=== EXERCISE BRIEF ===
Which lines run from the one containing "const marked = near.some((one)" to the end of the entries below? Reproduce them exactly, both ends included.

Stored items:

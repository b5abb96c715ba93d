using System.Text.Json;
using RecipeRunner.Host.Rerunning;
using RecipeRunner.Host.Tests.Support;
using RecipeRunner.Model.Steps;

namespace RecipeRunner.Host.Tests.Running;

/// <summary>Inputs may be named by digest and size instead of being copied into the study.</summary>
public sealed class ListedInputTests : IDisposable
{
    private const string Recipe = "Write(Read(\"a.txt\").Join(Read(\"big.txt\")), \"tables/ab.txt\");";
    private readonly Workbench bench = new();

    public ListedInputTests() => bench.WriteData("big.txt", new string('x', 1000));

    public void Dispose() => bench.Dispose();

    [Fact]
    public void Large_inputs_are_listed_and_small_ones_are_held()
    {
        bench.Run(Recipe, listAbove: 100);

        File.Exists(Path.Combine(bench.Study, "data/inputs/a.txt")).ShouldBeTrue();
        File.Exists(Path.Combine(bench.Study, "data/inputs/big.txt")).ShouldBeFalse();
        using var audit = JsonDocument.Parse(File.ReadAllBytes(Path.Combine(bench.Study, "data/audit.json")));
        var inputs = audit.RootElement.GetProperty("inputs").EnumerateArray().ToArray();
        inputs.Select(input => input.GetProperty("held").GetBoolean()).ShouldBe([true, false]);
        inputs[1].GetProperty("bytes").GetInt64().ShouldBe(1000);
        File.ReadAllText(Path.Combine(bench.Study, "data/ro-crate-metadata.json")).ShouldContain("#listed/big.txt");
    }

    [Fact]
    public void A_limit_is_the_largest_size_that_is_copied()
    {
        bench.Run(Recipe, listAbove: 1000);
        File.Exists(Path.Combine(bench.Study, "data/inputs/big.txt")).ShouldBeTrue();

        bench.Run(Recipe, listAbove: 0, replace: true);
        Directory.Exists(Path.Combine(bench.Study, "data/inputs")).ShouldBeFalse();
    }

    [Fact]
    public void A_listed_file_that_changes_while_the_recipe_runs_is_refused()
    {
        var path = Path.Combine(bench.DataFolder, "big.txt");
        var refused = Should.Throw<RefusedException>(() =>
            bench.Run(
                $"var big = Read(\"big.txt\"); System.IO.File.AppendAllText(\"{path}\", \"y\"); Write(big, \"tables/b.txt\");",
                listAbove: 100
            )
        );

        refused.Problems[0].Code.ShouldBe("RR0124");
        bench.Leftovers().ShouldBeEmpty();
    }

    [Fact]
    public void A_rerun_asks_for_the_data_and_is_identical_with_them()
    {
        bench.Run(Recipe, listAbove: 100);

        bench.Rerun().Problems[0].Code.ShouldBe("RR0835");
        bench.Rerun(data: bench.DataFolder).Verdict.ShouldBe(Verdict.Identical);
    }

    [Fact]
    public void A_rerun_refuses_data_that_are_not_those_of_the_study()
    {
        bench.Run(Recipe, listAbove: 100);
        bench.WriteData("big.txt", new string('x', 999) + "y");
        bench.Rerun(data: bench.DataFolder).Problems.Select(problem => problem.Code).ShouldBe(["RR0837"]);

        File.Delete(Path.Combine(bench.DataFolder, "a.txt"));
        bench.Rerun(data: bench.DataFolder).Problems.Select(problem => problem.Code).ShouldBe(["RR0836", "RR0837"]);
    }
}
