import { writeFileSync } from 'node:fs'
import { join } from 'node:path'
import { demoSeries } from '../../main/demo/demo-series.ts'
import { expect, test } from '../pages/program.ts'
import type { Locator, Page } from '@playwright/test'

/** Presses Tab until the wanted element has the focus, as somebody without a mouse does; fails after a full round. */
async function tabTo(page: Page, wanted: Locator, key = 'Tab'): Promise<void> {
  for (let presses = 0; presses < 80; presses++) {
    if (
      await wanted.evaluate((element) => element === document.activeElement || element.contains(document.activeElement)).catch(() => false)
    )
      return
    await page.keyboard.press(key)
  }
  throw new Error(`The focus never came to ${wanted.toString()}`)
}

test.use({ permissions: ['clipboard-read', 'clipboard-write'] })

test('from the empty sheet to the copied table without a mouse', async ({ sheet, page }) => {
  await tabTo(page, sheet.openDemoButton)
  await page.keyboard.press('Enter')
  await sheet.settled()

  await tabTo(page, page.getByRole('tab', { selected: true }))
  await page.keyboard.press('End')
  await expect(page.getByRole('tab', { name: 'Activation energy' })).toHaveAttribute('aria-selected', 'true')

  await tabTo(page, sheet.rail)
  await page.keyboard.press('Home')
  await expect(sheet.rail).toHaveAttribute('aria-valuenow', '0.05')
  await page.keyboard.press('ArrowRight')
  await page.keyboard.press('ArrowRight')
  await expect(sheet.rail).toHaveAttribute('aria-valuenow', '0.15')
  await expect(sheet.currentRow).toContainText('0.15')
  await expect(sheet.readOut).toContainText('0.15')
  await page.keyboard.press('End')
  await expect(sheet.rail).toHaveAttribute('aria-valuenow', '0.95')

  await tabTo(page, page.getByRole('region', { name: 'Table of activation energies' }), 'Shift+Tab')
  await page.keyboard.press('ArrowUp')
  await expect(sheet.rail).toHaveAttribute('aria-valuenow', '0.9')
  await page.keyboard.press('Control+c')
  await expect.poll(() => page.evaluate(() => navigator.clipboard.readText())).toMatch(/^α\t?/)

  await tabTo(page, page.getByRole('button', { name: 'Export table (CSV)' }))
  const out = await sheet.downloads(2, () => page.keyboard.press('Enter'))
  expect(out.has('activation.csv')).toBe(true)
})

test('files are opened, a bad one is refused and dismissed, and all is undone without a mouse', async ({ sheet, page, folder }) => {
  const good = demoSeries().files.map(({ fileName, bytes }) => {
    writeFileSync(join(folder, fileName), bytes)
    return join(folder, fileName)
  })
  const bad = join(folder, 'no numbers.csv')
  writeFileSync(bad, 'Time (min),Temperature (K),Mass (mg)\n1,2,three\n')

  const chooser = page.waitForEvent('filechooser')
  await page.keyboard.press('Control+o')
  await (await chooser).setFiles([...good, bad])
  await sheet.settled()
  await expect(page.getByRole('alert')).toContainText('no numbers.csv')
  await tabTo(page, page.getByRole('button', { name: 'Dismiss' }))
  await page.keyboard.press('Enter')
  await expect(page.getByRole('alert')).toHaveCount(0)
  await expect(sheet.runsTable.getByRole('row')).toHaveCount(good.length + 1)

  await page.reload()
  await sheet.settled()
  await expect(sheet.runsTable.getByRole('row')).toHaveCount(good.length + 1)
  await page.keyboard.press('Control+z')
  await expect(sheet.openDemoButton).toBeVisible()
})

test('a run is left out and taken back without a mouse', async ({ sheet, page }) => {
  await tabTo(page, sheet.openDemoButton)
  await page.keyboard.press('Enter')
  await sheet.settled()
  await sheet.page.getByRole('tab', { selected: true }).focus()
  await page.keyboard.press('Home')
  await tabTo(page, page.getByRole('checkbox', { name: /^Use/ }).first())
  await page.keyboard.press('Space')
  await expect(page.getByRole('button', { name: /^Undo: leaving out/ })).toBeVisible()
  await page.keyboard.press('Control+z')
  await expect(page.getByRole('checkbox', { name: /^Use/ }).first()).toBeChecked()
})

test('a stop or caution is reached from the top line', async ({ sheet, page }) => {
  await sheet.openDemo()
  const count = page.getByRole('button', { name: /\d+ (caution|note)/ }).first()
  await tabTo(page, count)
  await page.keyboard.press('Enter')
  await expect(page.getByRole('complementary').locator(':focus')).toHaveCount(1)
})

test('the focus can always be seen', async ({ sheet, page }) => {
  await sheet.openDemo()
  await sheet.goTo('Activation energy')
  let stops = 0
  for (let presses = 0; presses < 40; presses++) {
    await page.keyboard.press('Tab')
    const focus = await page.evaluate(() => {
      const element = document.activeElement
      if (element === null || element === document.body) return null
      // A ring may be drawn by the element itself or by one just around or inside it.
      const near = [element, element.parentElement, ...element.querySelectorAll(':scope > *')].filter((one) => one !== null)
      const marked = near.some((one) => {
        const style = getComputedStyle(one)
        return (style.outlineStyle !== 'none' && Number.parseFloat(style.outlineWidth) >= 2) || style.boxShadow !== 'none'
      })
      return { name: element.outerHTML.slice(0, 120), marked }
    })
    if (focus === null) continue
    stops += 1
    expect(focus.marked, `no ring on ${focus.name}`).toBe(true)
  }
  expect(stops).toBeGreaterThan(20)
})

=== RESULT FOR THIS EXERCISE ===
      const marked = near.some((one) => {
        const style = getComputedStyle(one)
        return (style.outlineStyle !== 'none' && Number.parseFloat(style.outlineWidth) >= 2) || style.boxShadow !== 'none'
      })
      return { name: element.outerHTML.slice(0, 120), marked }
    })
    if (focus === null) continue
    stops += 1
    expect(focus.marked, `no ring on ${focus.name}`).toBe(true)
  }
  expect(stops).toBeGreaterThan(20)
})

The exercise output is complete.